Então, resumindo, diria que há pontos positivos e negativos com o fim da CPMF. O bom é que está sendo mantida a coerência com a idéia de que esse tributo é provisório, e de lançar o desafio para o governo buscar a eficiência no gasto público, para não aumentar impostos.

Mas você espera que isso realmente aconteça, ou seja, que o governo priorize a reforma tributária e a otimização de gastos, em vez de aumentar impostos?

Não. O governo vai fazer retaliação. Ele vai aumentar os tributos que tiver à mão do poder executivo. E, como foi a oposição que votou pelo fim da CPMF, o governo pode usar isso como arma política, dizendo que “a oposição foi contra os programas nos quais o governo investe o dinheiro da CPMF”.

Mas o dinheiro da CPMF realmente ia para o destino ao qual foi proposto originalmente?

Não. No início, ele iria todo para a saúde. Ao longo do tempo, foi permitido que ele fosse aplicado em programas de seguridade social, o que cobre inclusive o Bolsa Família. E tanto é verdade isso, que nas horas que precederam a votação no Senado, o Presidente da República foi a público prometendo que, se a CPMF fosse mantida, o dinheiro seria aplicado somente na saúde.

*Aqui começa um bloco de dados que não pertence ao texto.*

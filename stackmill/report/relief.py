"""The relief on paper: every feature at every moment, and what a height field cannot show."""

from __future__ import annotations

import io
from collections.abc import Sequence
from typing import Any

import numpy as np

from stackmill.planning.relief import FeatureRelief, Relief, too_coarse
from stackmill.relief.gridding import CELLS_ACROSS
from stackmill.relief.measure import FLUSH_NM
from stackmill.relief.undercut import Undercut
from stackmill.report.render import Grid, Paper, csv_text, json_text, wrapped
from stackmill.report.stops import cautions
from stackmill.report.words import length, percent, step_in_words
from stackmill.units import clock

_SURE_DEG = 1.5  # slopes whose grid error is smaller stand without it
ROW_NAMES = (
    "time_s",
    "region",
    "layer",
    "feature",
    "kind",
    "height_nm",
    "width_nm",
    "base_width_nm",
    "side_slope_deg",
    "top_layer",
    "vanishes_s",
    "height_error_nm",
    "slope_error_deg",
    "state",
    "cells_across",
)


def machine_rows(relief: Relief) -> list[dict[str, Any]]:
    """One dict a feature and moment, by the names that others build on."""
    job = relief.job
    rows = []
    for row in relief.rows:
        s = row.standing
        layer, name = job.column_map.features[s.feature]
        rows.append(
            {
                "time_s": row.time_s,
                "region": _region(relief),
                "layer": job.column_map.layers[layer],
                "feature": name,
                "kind": s.kind,
                "height_nm": s.height_nm,
                "width_nm": s.width_nm,
                "base_width_nm": s.base_width_nm,
                "side_slope_deg": s.side_slope_deg,
                "top_layer": _layer(relief, s.top_layer),
                "vanishes_s": s.vanishes_s,
                "height_error_nm": row.height_error_nm,
                "slope_error_deg": row.slope_error_deg,
                "state": s.state,
                "cells_across": s.cells_across,
            }
        )
    return rows


def as_json(reliefs: Sequence[Relief], warnings: Sequence[str], paper: Paper) -> str:
    """The whole answer for machines: `surfaces` and `moments` name the region they belong to."""
    first = reliefs[0]
    envelope = {
        "inputs_sha256": first.job.inputs_sha256,
        "seed": first.ensemble.seed,
        "warnings": [*warnings, *(line for one in reliefs for line in (*_undercuts(one), *_coarse(one)))],
        "finished": all(one.run.finished for one in reliefs),
        "surfaces": [
            {
                "region": _region(one),
                "fixed": one.cut.fixed if one.cut else None,
                "at_nm": one.cut.at_nm if one.cut else None,
                "points": list(one.run.terrain.column.shape),
                "step_nm": list(one.grid.step_nm),
            }
            for one in reliefs
        ],
        "moments": [
            {"region": _region(one), "time_s": m.time_s, "relief_nm": m.relief_nm, "clear_share": m.clear_share}
            for one in reliefs
            for m in one.moments
        ],
    }
    return json_text([row for one in reliefs for row in machine_rows(one)], envelope, paper)


def as_csv(reliefs: Sequence[Relief], paper: Paper) -> str:
    """The rows as CSV."""
    return csv_text([row for one in reliefs for row in machine_rows(one)], ROW_NAMES, paper)


def as_text(reliefs: Sequence[Relief], paper: Paper, *, markdown: bool = False) -> str:
    """The answer for people, as wide as the paper: region after region, then what goes for all of them."""
    job = reliefs[0].job
    lines = [job.title, f"Mill: {job.mill.title}"]
    lines += [f"{n}. {step_in_words(step, job.mill.stage)}" for n, step in enumerate(job.recipe.steps, 1)]
    parts = ["\n".join(wrapped(line, paper.width, "   ") for line in lines)]
    for relief in reliefs:
        parts += _one_region(relief, paper, markdown=markdown)
    bullet = "- " if markdown else ""
    notes = list(dict.fromkeys(note for relief in reliefs for note in _notes(relief)))
    parts.append("\n".join(wrapped(bullet + line, paper.width, "  ") for line in [*notes, *cautions(job)]))
    return paper.plain("\n\n".join(parts))


def _region(relief: Relief) -> str:
    return relief.job.column_map.regions[relief.region].name


def _one_region(relief: Relief, paper: Paper, *, markdown: bool) -> list[str]:
    parts = [wrapped(_surface(relief), paper.width, "   ")]
    for n, moment in enumerate(relief.moments):
        clear = ""
        if moment.clear_share is not None:
            clear = f"; {percent(moment.clear_share)} of the goal's {_where(relief)} is clear"
        parts.append(wrapped(f"At {clock(moment.time_s)}: relief {length(moment.relief_nm)}{clear}.", paper.width))
        grid = _grid(relief, n)
        if grid.rows:
            parts.append(grid.text("github" if markdown else "simple", paper.width))
    if not relief.run.finished:
        parts.append("INTERRUPTED: the moments after the last one shown were not reached.")
    return parts


def _where(relief: Relief) -> str:
    return "area" if relief.cut is None else "stretch of the section"


def _surface(relief: Relief) -> str:
    """Which surface was run."""
    ny, nx = relief.run.terrain.column.shape
    step = length(max(relief.grid.step_nm))
    if relief.cut is None:
        return f"{_region(relief)}, the whole cell: {nx} x {ny} points, {step} apart."
    why = f" ({relief.why_cut})" if relief.why_cut else ""
    return f"{_region(relief)}, section {relief.cut}{why}: {nx} points, {step} apart."


def _grid(relief: Relief, moment: int) -> Grid:
    """The features at one moment that the surface has come down to, but for those gone over one that shows."""
    time_s = relief.moments[moment].time_s
    rows = [
        row
        for row in relief.rows
        if row.time_s == time_s and row.standing.state != "buried" and not row.standing.overshadowed
    ]
    headers = ["feature", "", "height\nnm", "top\nnm", "base\nnm", "side\n°", "its top\nis in", "gone\nat"]
    return Grid(headers, [_cells(relief, row) for row in rows], frozenset({2, 3, 4, 5}))


def _cells(relief: Relief, row: FeatureRelief) -> list[str]:
    s = row.standing
    layer, name = relief.job.column_map.features[s.feature]
    error = "" if row.height_error_nm is None else f" ± {max(row.height_error_nm, 1.0):.0f}"
    flush = s.kind == "flush"

    def nm(value: float | None) -> str:
        return "" if value is None else f"{value:.0f}"

    return [
        f"{relief.job.column_map.layers[layer]} / {name}",
        f"{s.kind}*" if s.state == "gone" else s.kind,
        "" if flush else f"{s.height_nm:.0f}{error}",
        nm(s.width_nm),
        nm(s.base_width_nm),
        _with_error(s.side_slope_deg, row.slope_error_deg),
        _layer(relief, s.top_layer) or "below all",
        f"> {clock(relief.run.end_s)}" if s.vanishes_s is None else clock(s.vanishes_s),
    ]


def _with_error(value: float | None, error: float | None) -> str:
    if value is None:
        return ""
    return f"{value:.0f}" if error is None or error < _SURE_DEG else f"{value:.0f} ± {error:.0f}"


def _layer(relief: Relief, number: int) -> str | None:
    return None if number < 0 else relief.job.column_map.layers[number]


def _notes(relief: Relief) -> list[str]:
    buried = sorted({row.standing.feature for row in relief.rows if row.standing.state == "buried"})
    notes = [
        "Heights are over the ground beside the feature, at the best values of all rates and thicknesses; the ± is"
        f" the grid's own error (from half as many points), not theirs. Under {FLUSH_NM:.0f} nm is flush. Widths are at"
        " 90 % (top) and 10 % (base) of the height.",
        "Widths exclude redeposition and reflected ions, which move heights by a few per cent, widths by 10 to 90 %.",
    ]
    if any(row.standing.state == "gone" and not row.standing.overshadowed for row in relief.rows):
        notes.append("* the feature itself is gone: this is what it has left on its ground.")
    if buried:
        names = ", ".join(_feature(relief, f) for f in buried)
        notes.append(f"{_region(relief)}: still buried at one of these moments, and not listed there: {names}.")
    if relief.cut is not None:
        notes.append("A section takes what it cuts as running on for ever: --cell takes vias as they are.")
    flat = [one.name for one in relief.job.column_map.regions if len(one.area) == 1]
    if flat:
        notes.append(f"Alike everywhere, so that nothing stands up: {', '.join(flat)}.")
    placeless = [one.name for one in relief.job.column_map.regions if one.placeless.any()]
    if placeless:
        notes.append(f"Left out, since a feature there is known by its pattern density alone: {', '.join(placeless)}.")
    return notes + _undercuts(relief) + _coarse(relief)


def _feature(relief: Relief, number: int) -> str:
    layer, name = relief.job.column_map.features[number]
    return f"{relief.job.column_map.layers[layer]} / {name}"


def _undercuts(relief: Relief) -> list[str]:
    return [_undercut(relief, one) for one in relief.run.undercuts]


def _undercut(relief: Relief, one: Undercut) -> str:
    names = relief.job.column_map.materials
    x, y = float(relief.grid.x_nm[one.y, one.x]), float(relief.grid.y_nm[one.y, one.x])
    most = "up to " if relief.cut is None else ""
    return (
        f"UNDERCUT in {_region(relief)}, not shown, at x = {length(x)}, y = {length(y)}: the wall of"
        f" {names[one.lower]} walks in under"
        f" {names[one.upper]} by {most}{one.depth_nm:.0f} nm more than that one's own wall; a surface of heights cannot"
        " overhang."
    )


def _coarse(relief: Relief) -> list[str]:
    return [
        f"TOO COARSE in {_region(relief)} for {name}: {across} points across it;"
        f" {CELLS_ACROSS} or more want --grid {needed}."
        for name, across, needed in too_coarse(relief)
    ]


def as_npz(relief: Relief) -> bytes:
    """The surfaces as a numpy archive.

    time_s (T,); height_nm, material (T, ny, nx): index into `materials`, -1 where nothing is left; x_nm, y_nm
    (ny, nx); materials; region; section. The same bytes for the same answer.
    """
    terrain = relief.run.terrain
    frames = relief.run.frames
    shape = (len(frames), *terrain.column.shape)
    held = np.minimum(
        np.stack([f.segment for f in frames]) if frames else np.zeros(shape, int), terrain.material.shape[1] - 1
    )
    material = terrain.material[terrain.column, held]
    for k, frame in enumerate(frames):
        material[k][frame.segment >= terrain.count[terrain.column]] = -1
    out = io.BytesIO()
    np.savez(
        out,
        time_s=np.array([f.time_s for f in frames]),
        height_nm=np.stack([f.height_nm for f in frames]) if frames else np.zeros(shape),
        material=material,
        x_nm=relief.grid.x_nm,
        y_nm=relief.grid.y_nm,
        materials=np.array(relief.job.column_map.materials),
        region=np.array(_region(relief)),
        section=np.array("" if relief.cut is None else str(relief.cut)),
    )
    return out.getvalue()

Então, qual será o impacto real do fim dessa contribuição na vida do brasileiro?

Em primeiro lugar, deve diminuir o dinheiro destinado às áreas que recebiam verba originária da CPMF. Em segundo lugar, o povo vai sofrer as conseqüências do aumento de alíquotas.

Qual faixa da população deve sentir mais as conseqüências dessas medidas?

Num primeiro momento, e no que diz respeito ao acesso a serviços, quem vai sofrer mais é a população mais pobre. Quem recorre mais ao SUS é a população de baixa renda. Em seguida, todo cidadão vai pagar mais impostos para cobrir o rombo de 40 bilhões.

Também lamento que a CPMF tenha acabado enquanto ferramenta de fiscalização. Porque o objetivo da criação dela não era somente o de ser um tributo, mas também de servir como uma forma de fiscalização de caixas 2 e de outras ilegalidades. Ela faria muito sentido se continuasse existindo com uma alíquota extremamente baixa – mais baixa que a atual. Enfim, era um sinalizador que mostrava quem movimentava mais e menos dinheiro. Associando essa informação com as declarações de renda, era possível identificar os vazamentos. As pessoas se esquecem de que a CPMF também serve para isso.

O fim da CPMF vai ter algum impacto na verba destinada à Educação?

Não creio que haja grande impacto sobre a Educação, até porque existe um dispositivo constitucional que não permite desviar muita verba dessa pasta. O impacto pode acontecer em outros tipos de investimento, como os de infra-estrutura. Também creio que o Governo Lula faça de tudo para não tirar dinheiro de programas como o Bolsa Família, já que isso é prioridade dessa gestão. Mas eu diria que ainda é muito difícil dizer isso agora, porque entre essas decisões vão entrar elementos políticos: ou seja, não importa só “em que” eu gasto, mas também qual a implicação desse investimento para a sustentação do governo atual.